▶ [Your objective]: Note how many lines in these entries contain "toHaveLength", and reply with that number alone.

[[ Records to use open ]]

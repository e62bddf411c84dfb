import { describe, expect, test } from "vitest";
import { couplingTable } from "../../src/completion/tabulate-couplings.js";
import { InputError } from "../../src/errors.js";
import { couplet } from "../../src/gen/couplet.js";
import { type Comparison, compareTables, type Thresholds } from "../../src/tables/compare.js";
import { couplingsMessage } from "../../src/tables/encode-couplings.js";
import { decaysMessage } from "../../src/tables/encode-decays.js";
import { sealBytes } from "../../src/tables/sealed-bytes.js";
import { fitOf, studyText, tablesOf } from "../chain/run.js";

import v1 = couplet.v1;

const text = studyText("octet-5-2");
const decays = () => structuredClone(decaysMessage(tablesOf(text)));
const ORIGINAL = decays();
const couplings = couplingsMessage(couplingTable(fitOf(text), 0));

const sealed = (message: v1.DecayTables.$Properties) => sealBytes(v1.DecayTables.encode(message).finish());
const sealedCouplings = (message: v1.CouplingTables.$Properties) =>
  sealBytes(v1.CouplingTables.encode(message).finish());

/** Compares the original decay tables with changed ones. */
function compared(
  change: (tables: v1.DecayTables.$Properties) => void,
  thresholds: Thresholds = { percent: 1, sigma: 1 },
): Comparison {
  const changed = structuredClone(ORIGINAL);
  change(changed);
  return compareTables(
    { bytes: sealed(ORIGINAL), file: "a.pb" },
    { bytes: sealed(changed), file: "b.pb" },
    thresholds,
  );
}

const rowOf = ({ parents }: v1.DecayTables.$Properties, id: string) =>
  parents!.flatMap(({ rows }) => rows!).find((row) => row.id === id)!;

const ID = "Sigma(1775)0 -> Lambda pi0";

describe("comparison of decay tables", () => {
  test("the order of parents, rows, parameters and lists does not matter", () => {
    const { items, changed, counted } = compared((tables) => {
      tables.parents!.reverse();
      for (const parent of tables.parents!) parent.rows!.reverse();
      for (const minimum of tables.fit!.minima!) {
        minimum.parameters!.reverse();
        minimum.pulls!.reverse();
      }
      tables.externals!.reverse();
      tables.header!.editions!.reverse();
    });
    expect([items, changed, counted]).toEqual([[], 0, 0]);
  });

  test("replicas are not compared: the numbers and errors that they are drawn from are", () => {
    const withReplicas = (seed: number, ratio: number) => (tables: v1.DecayTables.$Properties) => {
      tables.replicas = [{ part: v1.ReplicaPart.REPLICA_PART_DATA, seed, draw: 0 }];
      for (const parent of tables.parents!) for (const row of parent.rows!) row.replicaRatios = [ratio];
    };
    const [a, b] = [structuredClone(ORIGINAL), structuredClone(ORIGINAL)];
    withReplicas(7, 1.5)(a);
    withReplicas(8, 0.25)(b);
    const { items, changed, counted } = compareTables(
      { bytes: sealed(a), file: "a.pb" },
      { bytes: sealed(b), file: "b.pb" },
      { percent: 1, sigma: 1 },
    );
    expect([items, changed, counted]).toEqual([[], 0, 0]);
  });

  test("a changed number is told in percent and in the errors that face each other", () => {
    const { fraction } = rowOf(ORIGINAL, ID);
    const step = fraction!.value! / 10;
    const { items } = compared((tables) => {
      const estimate = rowOf(tables, ID).fraction!;
      estimate.value! += step;
      Object.assign(estimate, { plus: 100, minus: 4 * step, breaking: 0 });
    });
    expect(items).toHaveLength(1);
    const [{ kind, name, status, changes }] = items as [(typeof items)[0]];
    expect([kind, name, status, changes.length]).toEqual(["row", ID, "changed", 1]);
    expect(changes[0]!.path).toBe("fraction");
    expect(changes[0]!.percent).toBeCloseTo(10, 9);
    // Upwards: the upper error of the first table and the lower one of the second.
    const error = Math.hypot(fraction!.plus!, fraction!.breaking!, 4 * step);
    expect(changes[0]!.sigma).toBeCloseTo(step / error, 9);
    expect(changes[0]!.counts).toBe(true);
  });

  test("a change counts above either threshold, and a threshold that is not given counts nothing", () => {
    const change = (tables: v1.DecayTables.$Properties) => {
      const { fraction } = rowOf(tables, ID);
      fraction!.value! *= 1.02;
    };
    const { fraction } = rowOf(ORIGINAL, ID);
    const sigma = (0.02 * fraction!.value!) / Math.hypot(fraction!.plus!, fraction!.minus!);
    const counted = (thresholds: Thresholds) => compared(change, thresholds).counted;
    expect(counted({ percent: 1.9 })).toBe(1);
    expect(counted({ percent: 2.1 })).toBe(0);
    expect(counted({ sigma: 0.9 * sigma })).toBe(1);
    expect(counted({ sigma: 1.1 * sigma })).toBe(0);
    expect(counted({ percent: 2.1, sigma: 0.9 * sigma })).toBe(1);
  });

  test("noise of computation is no change, the smallest real change is one", () => {
    expect(compared((tables) => (rowOf(tables, ID).fraction!.value! *= 1 + 1e-12)).changed).toBe(0);
    const noisy = compared((tables) => (rowOf(tables, "Sigma(1775)0 -> Xi0 K0").width!.value = 1e-20));
    expect(noisy.changed).toBe(0);
    const real = compared((tables) => (rowOf(tables, ID).fraction!.value! *= 1 + 1e-6), { percent: 1e-5 });
    expect([real.changed, real.counted]).toEqual([1, 1]);
  });

  test("new and vanished parents and rows always count", () => {
    const { items, counted } = compared(
      (tables) => {
        const [nucleon] = tables.parents!;
        tables.parents = [...tables.parents!.slice(1), structuredClone(nucleon!)];
        tables.parents.at(-1)!.hadron!.name = "N(9999)+";
        for (const row of tables.parents.at(-1)!.rows!) row.id = row.id!.replace("N(1675)", "N(9999)");
      },
      { percent: 50 },
    );
    const rows = ORIGINAL.parents![0]!.rows!.length;
    const told = items.map(({ kind, status }) => `${status} ${kind}`);
    expect(told.filter((each) => each === "vanished parent")).toHaveLength(1);
    expect(told.filter((each) => each === "new parent")).toHaveLength(1);
    expect(told.filter((each) => each === "vanished row")).toHaveLength(rows);
    expect(told.filter((each) => each === "new row")).toHaveLength(rows);
    expect(counted).toBe(2 + 2 * rows);
  });

  test("how the tables were made comes first, and descriptions do not count", () => {
    const { items, counted } = compared((tables) => {
      rowOf(tables, ID).fraction!.value! *= 2;
      for (const wave of rowOf(tables, ID).waves!) wave.model = "b";
      tables.header!.multiplicityRule = "another rule";
      tables.header!.editions = ["an edition"];
      tables.header!.title = "another title";
    });
    expect(items.map(({ kind }) => kind)).toEqual(["header", "row"]);
    expect(items[0]!.changes.map(({ path, counts }) => [path, counts])).toEqual([
      ["editions", true],
      ["multiplicityRule", true],
      ["title", false],
    ]);
    expect(items[1]!.changes.map(({ path }) => path)).toEqual(["fraction", "waves[2L=4 2S=1].model"]);
    expect(counted).toBe(4);
  });

  test("a change anywhere is found: grids, line shapes, contents, flags, error bars", () => {
    const changes: ((tables: v1.DecayTables.$Properties) => void)[] = [
      (tables) => (rowOf(tables, ID).grid!.logWidths![20]! += 0.1),
      (tables) => (tables.parents![0]!.hadron!.lineShape!.cumulative![20]! *= 0.9),
      (tables) => (tables.externals![0]!.content![0]!.weight = 0.9),
      (tables) => rowOf(tables, ID).flags!.push(v1.Flag.FLAG_SMALL_AMPLITUDE),
      (tables) => (rowOf(tables, ID).fraction!.plus! *= 1.5),
      (tables) => (tables.fit!.minima![0]!.parameters![0]!.value! *= -1),
      (tables) => (tables.externals![0]!.mcNumber = 9),
      (tables) => (rowOf(tables, ID).waves![0]!.re! *= -1),
    ];
    for (const change of changes) expect(compared(change).counted).toBe(1);
  });

  test("changed lines of the study are told, blank lines apart", () => {
    const { studyLines, counted } = compared((tables) => {
      const { header } = tables;
      header!.studyText = header!.studyText!.replace("48 +- 4 MeV", "49 +- 4 MeV").replace("\n", "\n\n");
    });
    expect(studyLines).toEqual({
      vanished: ['  - { width: Sigma(1775) -> N Kbar, value: 48 +- 4 MeV, source: "PDG, from memory" }'],
      added: ['  - { width: Sigma(1775) -> N Kbar, value: 49 +- 4 MeV, source: "PDG, from memory" }'],
    });
    expect(counted).toBe(0);
  });
});

describe("comparison of coupling tables", () => {
  const comparedCouplings = (change: (tables: v1.CouplingTables.$Properties) => void) => {
    const changed = structuredClone(couplings);
    change(changed);
    return compareTables(
      { bytes: sealedCouplings(couplings), file: "a.pb" },
      { bytes: sealedCouplings(changed), file: "b.pb" },
    );
  };

  test("a changed exact coefficient counts, whatever its size", () => {
    const { items, counted } = comparedCouplings(({ charged }) => {
      const row = charged!.find(({ id }) => id === "Sigma(1775)0 -> p K-")!;
      row.components![0]!.terms![0]!.coefficient!.sign = 1;
    });
    expect(counted).toBe(1);
    const [{ kind, name, changes }] = items as [(typeof items)[0]];
    expect([kind, name]).toEqual(["vertex", "Sigma(1775)0 -> p K- 2L=4 2S=1"]);
    expect(changes[0]).toEqual({
      path: "components[octet baryon-octet pseudoscalar-octet].terms[g(8_1)].coefficient",
      from: { kind: "text", text: "-sqrt(3/20)" },
      to: { kind: "text", text: "sqrt(3/20)" },
      counts: true,
    });
  });

  test("order does not matter, and a sign that flips is told as such", () => {
    expect(
      comparedCouplings(({ charged, isospin }) => void [charged!.reverse(), isospin!.reverse()]).changed,
    ).toBe(0);
    const { items } = comparedCouplings(({ charged }) => {
      const [row] = charged!;
      row!.value!.value! *= -1;
      row!.sign! *= -1;
    });
    expect(items[0]!.changes.map(({ path }) => path)).toEqual(["sign", "value"]);
    expect(items[0]!.changes[1]!.percent).toBeCloseTo(
      -200 * Math.sign(couplings.charged![0]!.value!.value!),
      9,
    );
  });
});

test("tables of different kinds are refused in words", () => {
  const a = { bytes: sealed(ORIGINAL), file: "a.pb" };
  const b = { bytes: sealedCouplings(couplings), file: "b.pb" };
  expect(() => compareTables(a, b)).toThrow(
    new InputError(
      "b.pb: expected two tables of one kind, got couplet.v1.DecayTables and couplet.v1.CouplingTables.",
    ),
  );
});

[[ Records to use closed ]]

▶ [Finished exercise]: 5